[Records to process — start]
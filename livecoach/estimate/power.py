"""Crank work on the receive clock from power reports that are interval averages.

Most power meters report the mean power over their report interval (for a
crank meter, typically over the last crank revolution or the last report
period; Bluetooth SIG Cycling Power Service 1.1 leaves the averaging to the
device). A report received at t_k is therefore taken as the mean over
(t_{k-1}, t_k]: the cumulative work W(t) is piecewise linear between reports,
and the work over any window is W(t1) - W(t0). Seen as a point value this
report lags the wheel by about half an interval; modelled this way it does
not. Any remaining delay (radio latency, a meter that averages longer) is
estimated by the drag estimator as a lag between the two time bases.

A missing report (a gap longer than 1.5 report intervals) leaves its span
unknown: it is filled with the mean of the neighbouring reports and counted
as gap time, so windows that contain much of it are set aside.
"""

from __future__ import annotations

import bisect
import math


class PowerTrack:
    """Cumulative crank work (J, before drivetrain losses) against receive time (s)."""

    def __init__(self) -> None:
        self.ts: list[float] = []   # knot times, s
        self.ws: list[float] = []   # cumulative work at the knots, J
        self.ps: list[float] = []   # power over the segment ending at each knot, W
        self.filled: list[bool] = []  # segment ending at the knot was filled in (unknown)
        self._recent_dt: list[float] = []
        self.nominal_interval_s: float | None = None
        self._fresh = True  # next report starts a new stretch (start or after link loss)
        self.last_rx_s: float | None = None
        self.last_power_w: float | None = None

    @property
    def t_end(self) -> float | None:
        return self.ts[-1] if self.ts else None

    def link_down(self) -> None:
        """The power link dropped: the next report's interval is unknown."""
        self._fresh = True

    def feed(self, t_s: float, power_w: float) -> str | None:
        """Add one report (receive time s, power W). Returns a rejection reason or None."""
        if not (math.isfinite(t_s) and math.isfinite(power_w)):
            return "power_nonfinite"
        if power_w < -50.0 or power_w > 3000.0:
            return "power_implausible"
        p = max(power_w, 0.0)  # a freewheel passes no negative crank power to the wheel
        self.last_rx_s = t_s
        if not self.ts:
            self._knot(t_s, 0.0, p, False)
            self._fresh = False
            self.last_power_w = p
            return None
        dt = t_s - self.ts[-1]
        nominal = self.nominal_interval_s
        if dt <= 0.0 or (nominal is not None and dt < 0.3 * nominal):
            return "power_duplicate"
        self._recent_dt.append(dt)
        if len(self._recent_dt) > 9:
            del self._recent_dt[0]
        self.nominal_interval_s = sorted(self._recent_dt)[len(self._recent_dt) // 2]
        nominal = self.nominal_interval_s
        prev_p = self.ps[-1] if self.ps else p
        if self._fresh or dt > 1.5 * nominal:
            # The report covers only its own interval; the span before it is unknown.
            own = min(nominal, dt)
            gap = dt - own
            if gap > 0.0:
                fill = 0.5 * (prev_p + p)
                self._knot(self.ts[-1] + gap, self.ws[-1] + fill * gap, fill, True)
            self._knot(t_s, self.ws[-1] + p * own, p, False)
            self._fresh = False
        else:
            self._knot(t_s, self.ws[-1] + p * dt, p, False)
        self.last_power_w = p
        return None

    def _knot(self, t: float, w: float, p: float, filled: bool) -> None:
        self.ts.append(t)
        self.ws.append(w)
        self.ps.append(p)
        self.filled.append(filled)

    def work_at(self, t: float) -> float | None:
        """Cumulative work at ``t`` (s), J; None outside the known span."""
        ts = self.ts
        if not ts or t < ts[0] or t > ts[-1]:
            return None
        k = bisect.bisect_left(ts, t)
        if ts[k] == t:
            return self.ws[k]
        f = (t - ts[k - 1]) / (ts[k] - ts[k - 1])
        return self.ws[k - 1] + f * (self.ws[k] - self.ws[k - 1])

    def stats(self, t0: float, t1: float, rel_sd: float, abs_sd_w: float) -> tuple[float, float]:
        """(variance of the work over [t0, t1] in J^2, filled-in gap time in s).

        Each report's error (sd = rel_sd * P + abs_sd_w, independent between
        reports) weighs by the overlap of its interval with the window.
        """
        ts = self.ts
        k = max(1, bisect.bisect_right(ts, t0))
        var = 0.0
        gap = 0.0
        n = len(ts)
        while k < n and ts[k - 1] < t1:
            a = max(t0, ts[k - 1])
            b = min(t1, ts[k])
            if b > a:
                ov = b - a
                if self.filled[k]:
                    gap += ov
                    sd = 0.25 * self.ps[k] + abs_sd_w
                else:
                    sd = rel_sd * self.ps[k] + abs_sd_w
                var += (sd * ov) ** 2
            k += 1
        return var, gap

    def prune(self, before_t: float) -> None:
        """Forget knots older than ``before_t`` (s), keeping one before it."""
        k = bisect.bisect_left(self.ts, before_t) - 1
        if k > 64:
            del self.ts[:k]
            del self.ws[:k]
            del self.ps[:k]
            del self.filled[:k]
[Records to process — finish]
Taking the entries from their first line through the line with "self.ps: list[float] = []", inclusive, restate each line word for word and give nothing else.

filename livecoach/estimate/power.py
"""Crank work on the receive clock from power reports that are interval averages.

Most power meters report the mean power over their report interval (for a
crank meter, typically over the last crank revolution or the last report
period; Bluetooth SIG Cycling Power Service 1.1 leaves the averaging to the
device). A report received at t_k is therefore taken as the mean over
(t_{k-1}, t_k]: the cumulative work W(t) is piecewise linear between reports,
and the work over any window is W(t1) - W(t0). Seen as a point value this
report lags the wheel by about half an interval; modelled this way it does
not. Any remaining delay (radio latency, a meter that averages longer) is
estimated by the drag estimator as a lag between the two time bases.

A missing report (a gap longer than 1.5 report intervals) leaves its span
unknown: it is filled with the mean of the neighbouring reports and counted
as gap time, so windows that contain much of it are set aside.
"""

from __future__ import annotations

import bisect
import math


class PowerTrack:
    """Cumulative crank work (J, before drivetrain losses) against receive time (s)."""

    def __init__(self) -> None:
        self.ts: list[float] = []   # knot times, s
        self.ws: list[float] = []   # cumulative work at the knots, J
        self.ps: list[float] = []   # power over the segment ending at each knot, W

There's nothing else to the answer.